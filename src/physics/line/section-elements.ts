import type { Run } from './section-mesh.js';

/**
 * Straight elements of charge in a section over ground, mirrored at y = 0. Structure of arrays: the assembly over them
 * takes most of the time of a cross-section.
 *
 * An element near a corner of the strip carries the corner's own density r^−a, as a stair of pieces.
 */
export interface Elements {
  readonly count: number;
  /** Start, unit vector along, length of each element. */
  readonly y: Float64Array;
  readonly z: Float64Array;
  readonly uy: Float64Array;
  readonly uz: Float64Array;
  readonly length: Float64Array;
  /** Mean square of the density over its squared mean; 1 where it is even. */
  readonly peaking: Float64Array;
  /** Pieces of element j are `firstPiece[j]` to `firstPiece[j + 1]` − 1: start from the element's, length, density over the mean. */
  readonly firstPiece: Int32Array;
  readonly pieceStart: Float64Array;
  readonly pieceLength: Float64Array;
  readonly pieceDensity: Float64Array;
}

/** Pieces of an element that reaches the corner, each this much closer than the one before, and the shrinking factor of the rest. */
const PIECES_AT_CORNER = 8;
const SHRINK = 0.35;
/** An element whose far end is less than this times as far from the corner as its near end is taken as even. */
const EVEN_BELOW = 1.6;

export function elementsOf(runs: readonly Run[]): Elements {
  const count = runs.reduce((n, run) => n + run.nodes.length - 1, 0);
  const make = () => new Float64Array(count);
  const e = { count, y: make(), z: make(), uy: make(), uz: make(), length: make(), peaking: make().fill(1) };
  const firstPiece = new Int32Array(count + 1);
  const pieces: Piece[] = [];
  let i = 0;
  for (const { nodes, cornerStart, cornerEnd } of runs) {
    const distance = (a: readonly [number, number], b: readonly [number, number]) =>
      Math.hypot(b[0] - a[0], b[1] - a[1]);
    const [start, end] = [nodes[0], nodes[nodes.length - 1]];
    const whole = distance(start, end);
    for (let k = 0; k + 1 < nodes.length; k++, i++) {
      const [a, b] = [nodes[k], nodes[k + 1]];
      const length = distance(a, b);
      e.y[i] = a[0];
      e.z[i] = a[1];
      e.uy[i] = (b[0] - a[0]) / length;
      e.uz[i] = (b[1] - a[1]) / length;
      e.length[i] = length;
      const backwards = distance(start, a) + distance(start, b) > whole;
      const near = k === 0 || k + 2 === nodes.length ? 0 : backwards ? distance(b, end) : distance(start, a);
      const exponent = backwards ? cornerEnd : cornerStart;
      if (exponent > 0) e.peaking[i] = peaking(near, near + length, exponent);
      firstPiece[i] = pieces.length;
      for (const piece of stair(near, length, exponent))
        pieces.push(backwards ? { ...piece, start: length - piece.start - piece.length } : piece);
    }
  }
  firstPiece[count] = pieces.length;
  return {
    ...e,
    firstPiece,
    pieceStart: Float64Array.from(pieces, (p) => p.start),
    pieceLength: Float64Array.from(pieces, (p) => p.length),
    pieceDensity: Float64Array.from(pieces, (p) => p.density),
  };
}

interface Piece {
  readonly start: number;
  readonly length: number;
  readonly density: number;
}

/** The density r^−a of an element from r = near on, in even pieces of the same charge; lengths from its near end. */
function stair(near: number, length: number, a: number): Piece[] {
  const far = near + length;
  if (a === 0 || far < EVEN_BELOW * near) return [{ start: 0, length, density: 1 }];
  const nodes: number[] = [far];
  if (near > 0) {
    const count = Math.ceil(Math.log(far / near) / -Math.log(SHRINK)) + 1;
    for (let i = 1; i < count; i++) nodes.push(far * (near / far) ** (i / count));
  } else for (let i = 1; i < PIECES_AT_CORNER; i++) nodes.push(far * SHRINK ** i);
  nodes.push(near);
  nodes.reverse();
  const charge = (r1: number, r2: number): number => r2 ** (1 - a) - r1 ** (1 - a);
  const mean = charge(near, far) / length;
  return nodes.slice(1).map((r, i) => ({
    start: nodes[i] - near,
    length: r - nodes[i],
    density: charge(nodes[i], r) / (r - nodes[i]) / mean,
  }));
}

/** Mean square over squared mean of r^−a between r = near and far; a < 1/2. */
function peaking(near: number, far: number, a: number): number {
  const mean = (far ** (1 - a) - near ** (1 - a)) / (1 - a);
  const square = (far ** (1 - 2 * a) - near ** (1 - 2 * a)) / (1 - 2 * a);
  return (square * (far - near)) / (mean * mean);
}

/**
 * Potential × ε0 at (y, z) of element j with a mean density of one, its mirror at y = 0 and the negative images of both in
 * the ground z = 0: −(1/2π) ∫ ln r, exact for each piece.
 */
export function elementPotential(e: Elements, j: number, y: number, z: number): number {
  let sum = 0;
  const [uy, uz] = [e.uy[j], e.uz[j]];
  for (let p = e.firstPiece[j]; p < e.firstPiece[j + 1]; p++) {
    const y0 = e.y[j] + e.pieceStart[p] * uy;
    const z0 = e.z[j] + e.pieceStart[p] * uz;
    const length = e.pieceLength[p];
    const near = logIntegral(y0 - y, z0 - z, uy, uz, length) + logIntegral(y0 + y, z0 - z, uy, uz, length);
    const image = logIntegral(y0 - y, z0 + z, uy, uz, length) + logIntegral(y0 + y, z0 + z, uy, uz, length);
    sum += e.pieceDensity[p] * (near - image);
  }
  return -sum / (2 * Math.PI);
}

/** ∫ ln r along a piece that starts at (dy, dz) from the observer, less its length, which cancels between the four. */
function logIntegral(dy: number, dz: number, uy: number, uz: number, length: number): number {
  const from = dy * uy + dz * uz;
  const to = from + length;
  const away = Math.abs(dy * uz - dz * uy);
  const r1 = from * from + away * away;
  const r2 = to * to + away * away;
  const sum = 0.5 * ((r2 > 0 ? to * Math.log(r2) : 0) - (r1 > 0 ? from * Math.log(r1) : 0));
  return away > 0 ? sum + away * Math.atan2(away * length, away * away + from * to) : sum;
}

/** Field × ε0 along (ny, nz) at (y, z) of element j and its three images; no point of the element itself has any. */
export function elementField(e: Elements, j: number, y: number, z: number, ny: number, nz: number): number {
  let [fy, fz] = [0, 0];
  const [uy, uz] = [e.uy[j], e.uz[j]];
  for (let p = e.firstPiece[j]; p < e.firstPiece[j + 1]; p++) {
    const y0 = e.y[j] + e.pieceStart[p] * uy;
    const z0 = e.z[j] + e.pieceStart[p] * uz;
    const density = e.pieceDensity[p];
    for (let image = 0; image < 4; image++) {
      const sy = image & 1 ? -1 : 1;
      const sz = image & 2 ? -1 : 1;
      const dy = y0 - sy * y;
      const dz = z0 - sz * z;
      const from = dy * uy + dz * uz;
      const to = from + e.pieceLength[p];
      const cross = dy * uz - dz * uy;
      const along = 0.5 * Math.log((to * to + cross * cross) / (from * from + cross * cross));
      // On its own line, to rounding, an element has no field across: its jump stands on the diagonal.
      const across =
        Math.abs(cross) < 1e-9 * e.pieceLength[p] ? 0 : Math.atan2(cross * e.pieceLength[p], cross * cross + from * to);
      fy -= density * sz * sy * (uy * along + uz * across);
      fz -= density * (uz * along - uy * across);
    }
  }
  return (ny * fy + nz * fz) / (2 * Math.PI);
}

---*---

• Work to complete
Nothing but the exact lines from the start of the material through the line holding "the rest. */", both included, belongs in the answer.

• Answer space
filename src/physics/line/section-elements.ts
import type { Run } from './section-mesh.js';

/**
 * Straight elements of charge in a section over ground, mirrored at y = 0. Structure of arrays: the assembly over them
 * takes most of the time of a cross-section.
 *
 * An element near a corner of the strip carries the corner's own density r^−a, as a stair of pieces.
 */
export interface Elements {
  readonly count: number;
  /** Start, unit vector along, length of each element. */
  readonly y: Float64Array;
  readonly z: Float64Array;
  readonly uy: Float64Array;
  readonly uz: Float64Array;
  readonly length: Float64Array;
  /** Mean square of the density over its squared mean; 1 where it is even. */
  readonly peaking: Float64Array;
  /** Pieces of element j are `firstPiece[j]` to `firstPiece[j + 1]` − 1: start from the element's, length, density over the mean. */
  readonly firstPiece: Int32Array;
  readonly pieceStart: Float64Array;
  readonly pieceLength: Float64Array;
  readonly pieceDensity: Float64Array;
}

/** Pieces of an element that reaches the corner, each this much closer than the one before, and the shrinking factor of the rest. */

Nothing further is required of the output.